This week's Diabetic Dish of the Week is Mexicana Couscous. You can find this recipe or variations of it on many sites but I'm going with one on the CooksRecipes website. Cooks has an incredible selection of recipes for all tastes and cuisines! http://www.cooksrecipes.com/index.html
Couscous lends itself to many flavorings—including Mexican.
3/4 cup chopped onion
2 cloves garlic, minced
1 tablespoon cooking oil
1/2 teaspoon ground cumin
1 cup reduced-sodium chicken broth
3/4 cup frozen peas
3/4 cup coarsely chopped tomatoes
2 tablespoons snipped fresh cilantro
3/4 cup couscous
Fresh cilantro sprigs (optional)
1 - In a medium saucepan cook onion and garlic in hot oil over medium heat until tender. Stir in cumin; cook for 30 seconds. Carefully add broth, peas, tomato and cilantro.
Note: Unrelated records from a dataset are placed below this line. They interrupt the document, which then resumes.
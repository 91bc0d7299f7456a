//! Drives by the thousand in simulated time: core, the line's bytes both ways, and the stand-in, without threads and
//! without waiting. Random bases, hands and faults, one to three of them at random moments; whatever breaks, the base
//! stands within its budget and does not move again before a person allows it.
//!
//! `GRIPLINE_DRIVES` sets how many drives, `GRIPLINE_SEED` the one to run again by itself.

#![expect(clippy::unwrap_used, clippy::panic, reason = "tests: a surprise is a failure")]

mod bases;
mod chance;
mod drive;
mod faults;
mod hands;
mod host;
mod laws;
mod permission;
mod port;
mod standing;
mod tally;
mod wheels;

use std::panic::{AssertUnwindSafe, catch_unwind};
use std::process::ExitCode;
use std::sync::atomic::{AtomicBool, AtomicU64, Ordering};

use drive::Report;
use gripline::sys::clock;
use tally::Tally;

/// What must hold; the words tell what does not.
macro_rules! law {
    ($holds:expr, $($words:tt)+) => {
        // What cannot be compared does not hold.
        let holds: bool = $holds;
        if !holds {
            return Err(format!($($words)+));
        }
    };
}
pub(crate) use law;

/// So many drives are made with each base: making one costs as much as a short drive.
const DRIVES_A_BASE: u64 = 8;
/// Enough where code is not optimised; what CI runs is built for release.
const DRIVES: u64 = if cfg!(debug_assertions) { 400 } else { 100_000 };

fn main() -> ExitCode {
    let number = |name| std::env::var(name).ok().map(|it| it.parse::<u64>().unwrap());
    let args: Vec<String> = std::env::args().skip(1).filter(|it| !it.starts_with("--")).collect();
    let wanted = |name: &str| args.is_empty() || args.iter().any(|it| name.contains(it.as_str()));
    if std::env::args().any(|it| it == "--list") {
        tally::TESTS.iter().for_each(|name| println!("{name}: test"));
        return ExitCode::SUCCESS;
    }
    if !tally::TESTS.iter().any(|it| wanted(it)) {
        println!(
            "\nrunning 0 tests\n\ntest result: ok. 0 passed; 0 failed; 0 ignored; 0 measured; {} filtered out; finished in 0.00s\n",
            tally::TESTS.len()
        );
        return ExitCode::SUCCESS;
    }
    // A panic is a failure of its drive, told with the seed.
    std::panic::set_hook(Box::new(|_| {}));
    if let Some(seed) = number("GRIPLINE_SEED") {
        return match one(seed, &bases::random(seed / DRIVES_A_BASE), true) {
            Ok(report) => {
                println!("seed {seed}: nothing wrong\n{report:#?}");
                ExitCode::SUCCESS
            }
            Err(wrong) => {
                println!("seed {seed}: {wrong}\n{}", bases::random(seed / DRIVES_A_BASE).plan.text);
                ExitCode::FAILURE
            }
        };
    }
    let drives = number("GRIPLINE_DRIVES").unwrap_or(DRIVES);
    let began = clock::now();
    let tally = many(drives);
    tally.print(clock::now().since_s(began))
}

/// One drive; a panic in it is one more way to go wrong.
fn one(seed: u64, base: &bases::Base, tells: bool) -> Result<Report, String> {
    catch_unwind(AssertUnwindSafe(|| drive::run(seed, base, tells))).unwrap_or_else(|panic| {
        let words = panic.downcast_ref::<String>().cloned();
        let words = words.or_else(|| panic.downcast_ref::<&str>().map(|it| (*it).to_owned()));
        Err(format!("panic: {}", words.unwrap_or_default()))
    })
}

/// As many drives as wanted, on all cores.
fn many(drives: u64) -> Tally {
    let next = AtomicU64::new(0);
    let enough = AtomicBool::new(false);
    let threads = std::thread::available_parallelism().map_or(1, usize::from);
    let worker = || {
        let mut tally = Tally::default();
        while !enough.load(Ordering::Relaxed) {
            let base_seed = next.fetch_add(1, Ordering::Relaxed);
            let seeds = base_seed * DRIVES_A_BASE..((base_seed + 1) * DRIVES_A_BASE).min(drives);
            if seeds.is_empty() {
                break;
            }
            let base = match catch_unwind(|| bases::random(base_seed)) {
                Ok(base) => base,
                Err(_) => {
                    tally.wrong(seeds.start, "the base cannot be made".to_owned());
                    continue;
                }
            };
            for seed in seeds {
                let report = one(seed, &base, false);
                if seed % 1000 == 0 {
                    tally.repeats(seed, &report, &one(seed, &base, false));
                }
                match report {
                    Ok(report) => tally.add(&report),
                    Err(wrong) => tally.wrong(seed, wrong),
                }
            }
            if tally.much_is_wrong() {
                enough.store(true, Ordering::Relaxed);
            }
        }
        tally
    };
    std::thread::scope(|scope| {
        let all: Vec<_> = (0..threads).map(|_| scope.spawn(worker)).collect();
        let mut sum = Tally::default();
        for it in all {
            sum.join(it.join().unwrap());
        }
        sum
    })
}
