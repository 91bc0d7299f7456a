//! The host without threads: what the shell does round a step, the stop line, and the sentinel.

use gripline::config::Plan;
use gripline::core::io::{ConsoleInput, Heard, LinkInput, PadInput, Pull, Puller};
use gripline::core::{Core, Inputs, Outputs};
use gripline::standin::sim::Sim;
use gripline::units::{Mono, s_to_ns};
use gripline::wire::{
    Deframer, FromDrivers, MAX_ON_LINE, Mode, ToDrivers, emit_to_drivers, parse_from_drivers, stop_on_line,
    stop_plain,
};

use crate::port::Port;

#[derive(Debug)]
pub(crate) struct Host {
    core: Core,
    pub(crate) inputs: Inputs,
    pub(crate) out: Outputs,
    deframers: Vec<Deframer>,
    stop: Option<Pull>,
    pulls: u32,
    /// Sequence and ramp that a stop must carry, a link.
    armed: Vec<(u8, u16)>,
    /// When the last tick ended.
    pulse: Option<Mono>,
    late_ns: u64,
    sentinel_pulled: bool,
    heard: Vec<u8>,
}

impl Host {
    pub(crate) fn new(plan: &Plan) -> Self {
        let links = plan.links.len();
        let inputs =
            Inputs { links: (0..links).map(|_| LinkInput::default()).collect(), ..Inputs::default() };
        Self {
            core: Core::new(plan),
            inputs,
            out: Outputs::default(),
            deframers: (0..links).map(|_| Deframer::new()).collect(),
            stop: None,
            pulls: 0,
            armed: vec![(0, 1); links],
            pulse: None,
            late_ns: s_to_ns(plan.guard.late_ms * 1e-3),
            sentinel_pulled: false,
            heard: Vec::new(),
        }
    }

    /// What a reader thread does: bytes to frames, frames to what the next tick sees.
    pub(crate) fn read(&mut self, now: Mono, link: usize, port: &Port, sim: &mut Sim) {
        self.heard.clear();
        sim.bytes_out(link, &mut self.heard);
        if !port.open {
            return;
        }
        let input = &mut self.inputs.links[link];
        for byte in &self.heard {
            let message = match self.deframers[link].push(*byte) {
                None => continue,
                Some(Ok(plain)) => parse_from_drivers(plain),
                Some(Err(lost)) => Err(lost),
            };
            match message {
                Ok((_, FromDrivers::Identity(identity))) => input.identity = Some(identity),
                Ok((_, FromDrivers::Feedback(feedback))) => {
                    input.status_seen |= feedback.status;
                    input.feedback = Some(Heard { at: now, feedback });
                }
                Err(_) => input.dropped += 1,
            }
        }
    }

    /// One tick.
    pub(crate) fn tick(
        &mut self,
        (now, due): (Mono, Mono),
        pad: PadInput,
        console: ConsoleInput,
        ports: &mut [Port],
    ) {
        self.inputs.now = now;
        self.inputs.due = due;
        self.inputs.pad = pad;
        self.inputs.console = console;
        self.inputs.stop_line = self.stop;
        for (input, port) in self.inputs.links.iter_mut().zip(ports.iter()) {
            if !port.open || input.openings != port.openings {
                *input = LinkInput {
                    open: port.open,
                    openings: port.openings,
                    dropped: input.dropped,
                    ..LinkInput::default()
                };
            }
            input.unsent = port.unsent();
        }
        self.out = self.core.step(&self.inputs);
        self.act(now, ports);
        for input in &mut self.inputs.links {
            input.identity = None;
            input.feedback = None;
            input.status_seen = 0;
        }
        self.pulse = Some(now);
        self.sentinel_pulled = false;
    }

    /// The stop line first, then frames.
    fn act(&mut self, now: Mono, ports: &mut [Port]) {
        for (armed, sequence) in self.armed.iter_mut().zip(&self.out.stop_sequence) {
            *armed = (*sequence, self.out.stop_ramp_ms);
        }
        if self.out.pull_stop {
            if self.stop.is_some() {
                self.write_stop(now, ports);
            } else {
                self.pull(Puller::Core, now, ports);
            }
        }
        if self.out.release_stop_line.is_some() && self.out.release_stop_line == self.stop.map(|it| it.number)
        {
            self.stop = None;
        }
        self.inputs.links.iter_mut().for_each(|it| it.write_blocked = false);
        for frame in &self.out.frames {
            let link = usize::from(frame.link);
            let motion = matches!(&frame.message, ToDrivers::Drive(it) if it.mode != Mode::Park);
            if motion && self.stop.is_some() {
                continue;
            }
            let mut bytes = [0; MAX_ON_LINE];
            let length = emit_to_drivers(frame.sequence, &frame.message, &mut bytes);
            if !ports[link].write(now, &bytes[..length]) {
                self.inputs.links[link].write_blocked = true;
            }
        }
    }

    /// Any thread pulls the stop line.
    pub(crate) fn pull(&mut self, by: Puller, now: Mono, ports: &mut [Port]) {
        self.pulls += 1;
        self.stop = Some(Pull { number: self.pulls, by });
        self.write_stop(now, ports);
    }

    fn write_stop(&mut self, now: Mono, ports: &mut [Port]) {
        for (port, (sequence, ramp_ms)) in ports.iter_mut().zip(&self.armed) {
            port.discard_unsent();
            port.write(now, &stop_on_line(stop_plain(*sequence, *ramp_ms)));
        }
    }

    /// The sentinel looks: pulls once the tick is late, and again until it comes.
    pub(crate) fn sentinel(&mut self, now: Mono, ports: &mut [Port]) {
        if self.pulse.is_some_and(|last| now.since_ns(last) > self.late_ns) {
            if self.sentinel_pulled {
                self.write_stop(now, ports);
            } else {
                self.sentinel_pulled = true;
                self.pull(Puller::Sentinel, now, ports);
            }
        }
    }
}
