//! Chance from a seed: the same seed makes the same drive on every machine.

/// SplitMix64 (Steele, Lea and Flood, Fast splittable pseudorandom number generators, 2014).
#[derive(Clone, Debug)]
pub(crate) struct Chance(u64);

impl Chance {
    /// A source of its own for each purpose, so that one more draw in one place changes nothing elsewhere.
    pub(crate) fn new(seed: u64, purpose: u64) -> Self {
        let mut it = Self(seed ^ purpose.wrapping_mul(0xd1b5_4a32_d192_ed03));
        it.bits();
        it
    }

    pub(crate) fn bits(&mut self) -> u64 {
        self.0 = self.0.wrapping_add(0x9e37_79b9_7f4a_7c15);
        let z = (self.0 ^ (self.0 >> 30)).wrapping_mul(0xbf58_476d_1ce4_e5b9);
        let z = (z ^ (z >> 27)).wrapping_mul(0x94d0_49bb_1331_11eb);
        z ^ (z >> 31)
    }

    /// From 0 to below 1.
    pub(crate) fn even(&mut self) -> f64 {
        (self.bits() >> 11) as f64 / 9_007_199_254_740_992.0
    }

    pub(crate) fn within(&mut self, from: f64, to: f64) -> f64 {
        from + (to - from) * self.even()
    }

    /// A whole number below `n`.
    pub(crate) fn below(&mut self, n: usize) -> usize {
        (self.even() * n as f64) as usize
    }

    pub(crate) fn one_in(&mut self, n: usize) -> bool {
        self.below(n) == 0
    }

    pub(crate) fn pick<T: Copy>(&mut self, of: &[T]) -> T {
        of[self.below(of.len())]
    }
}
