"""One process per run folder: refused, released, inherited from the dead, and respected across machines."""

from __future__ import annotations

import errno
import fcntl
import json
import os
import socket
import subprocess
import sys
import time
from pathlib import Path

import pytest

from scanfit.errors import RunFolderError
from scanfit.store import lock
from scanfit.store.lock import RunLock

HOLDER = """
import sys, time
from pathlib import Path
from scanfit.store.lock import RunLock
with RunLock(Path(sys.argv[1])):
    print("held", flush=True)
    time.sleep(3600)
"""


def hold(folder: Path) -> subprocess.Popen[str]:
    process = subprocess.Popen([sys.executable, "-c", HOLDER, str(folder)], stdout=subprocess.PIPE, text=True)
    assert process.stdout is not None
    assert process.stdout.readline() == "held\n"
    return process


def leave_foreign_lock(folder: Path, silent_for: float) -> None:
    content = {"host": "node-17", "pid": 4711, "since": "2026-12-01T04:00:00+00:00"}
    path = folder / lock.NAME
    path.write_text(json.dumps(content))
    then = time.time() - silent_for
    os.utime(path, (then, then))


def test_a_second_process_is_refused_until_the_first_is_killed(tmp_path: Path) -> None:
    process = hold(tmp_path)
    try:
        with pytest.raises(RunFolderError, match=f"in use by process {process.pid} on {socket.gethostname()} since 20"):
            RunLock(tmp_path).__enter__()
        holder = RunLock.holder(tmp_path)
        assert holder is not None
        assert holder["pid"] == process.pid
    finally:
        process.kill()
        process.communicate()
    assert RunLock.holder(tmp_path) is None
    with RunLock(tmp_path) as mine:
        assert len(mine.notices) == 1
        assert f"process {process.pid} on" in mine.notices[0]


def test_the_same_process_cannot_hold_a_folder_twice(tmp_path: Path) -> None:
    with RunLock(tmp_path), pytest.raises(RunFolderError, match=f"process {os.getpid()} on"):
        RunLock(tmp_path).__enter__()


def test_a_released_folder_is_free_and_shows_no_holder(tmp_path: Path) -> None:
    assert RunLock.holder(tmp_path) is None
    with RunLock(tmp_path):
        held = RunLock.holder(tmp_path)
        assert held is not None
        assert held["pid"] == os.getpid()
    assert RunLock.holder(tmp_path) is None
    with RunLock(tmp_path) as again:
        assert again.notices == []
    assert {path.name for path in tmp_path.iterdir()} <= RunLock.FILES


def test_a_lock_of_another_machine_with_signs_of_life_is_respected(tmp_path: Path) -> None:
    leave_foreign_lock(tmp_path, silent_for=40.0)
    with pytest.raises(RunFolderError, match=r"process 4711 on node-17 .* 4\d s ago; .* delete .*\.lock"):
        RunLock(tmp_path).__enter__()
    holder = RunLock.holder(tmp_path)
    assert holder is not None
    assert holder["host"] == "node-17"


def test_a_silent_lock_of_another_machine_is_taken_over(tmp_path: Path) -> None:
    leave_foreign_lock(tmp_path, silent_for=lock.STALE_AFTER + 5.0)
    assert RunLock.holder(tmp_path) is None
    with RunLock(tmp_path) as mine:
        (notice,) = mine.notices
        assert notice.startswith(
            "taken over from process 4711 on node-17 since 2026-12-01T04:00:00+00:00, silent for 60"
        )


def test_the_holder_gives_signs_of_life(tmp_path: Path, monkeypatch: pytest.MonkeyPatch) -> None:
    monkeypatch.setattr(lock, "RENEWED_EVERY", 0.05)
    with RunLock(tmp_path):
        path = tmp_path / lock.NAME
        os.utime(path, (0.0, 0.0))
        deadline = time.monotonic() + 5.0
        while path.stat().st_mtime == 0.0 and time.monotonic() < deadline:
            time.sleep(0.02)
        assert abs(path.stat().st_mtime - time.time()) < 5.0


def test_without_locks_of_the_kernel_the_written_holder_decides(
    tmp_path: Path, monkeypatch: pytest.MonkeyPatch
) -> None:
    """Some cluster file systems know no flock; simulated, since none is at hand."""
    process = hold(tmp_path)

    def refuse(handle: int, operation: int) -> None:
        raise OSError(errno.ENOLCK, "No locks available")

    monkeypatch.setattr(fcntl, "flock", refuse)
    try:
        with pytest.raises(RunFolderError, match=f"in use by process {process.pid}"):
            RunLock(tmp_path).__enter__()
    finally:
        process.kill()
        process.communicate()
    with RunLock(tmp_path) as mine:
        assert len(mine.notices) == 1


def test_a_process_number_given_to_another_process_does_not_hold_the_folder(tmp_path: Path) -> None:
    content = {"host": socket.gethostname(), "pid": os.getpid(), "process_started": "1", "since": "then"}
    (tmp_path / lock.NAME).write_text(json.dumps(content))
    assert RunLock.holder(tmp_path) is None
    with RunLock(tmp_path) as mine:
        assert len(mine.notices) == 1


def test_a_lock_file_cut_short_by_a_crash_is_no_obstacle(tmp_path: Path) -> None:
    (tmp_path / lock.NAME).write_text('{"host": "no')
    with RunLock(tmp_path):
        assert RunLock.holder(tmp_path) is not None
2 - Bring mixture to boiling; stir in couscous. Remove from heat. Cover; let stand for 5 minutes. Fluff with a fork before serving. Garnish with cilantro sprigs, if desired.
Makes 6 servings.
Nutritional Information Per Serving (1/6 of recipe): 134, total fat: 3g, saturated fat: 0g, cholesterol: 0mg, sodium: 124mg, carbohydrate: 23g, fiber: 6g, protein: 4g, vitamin A: 15%, vitamin C: 13%, calcium: 1%, iron: 5%.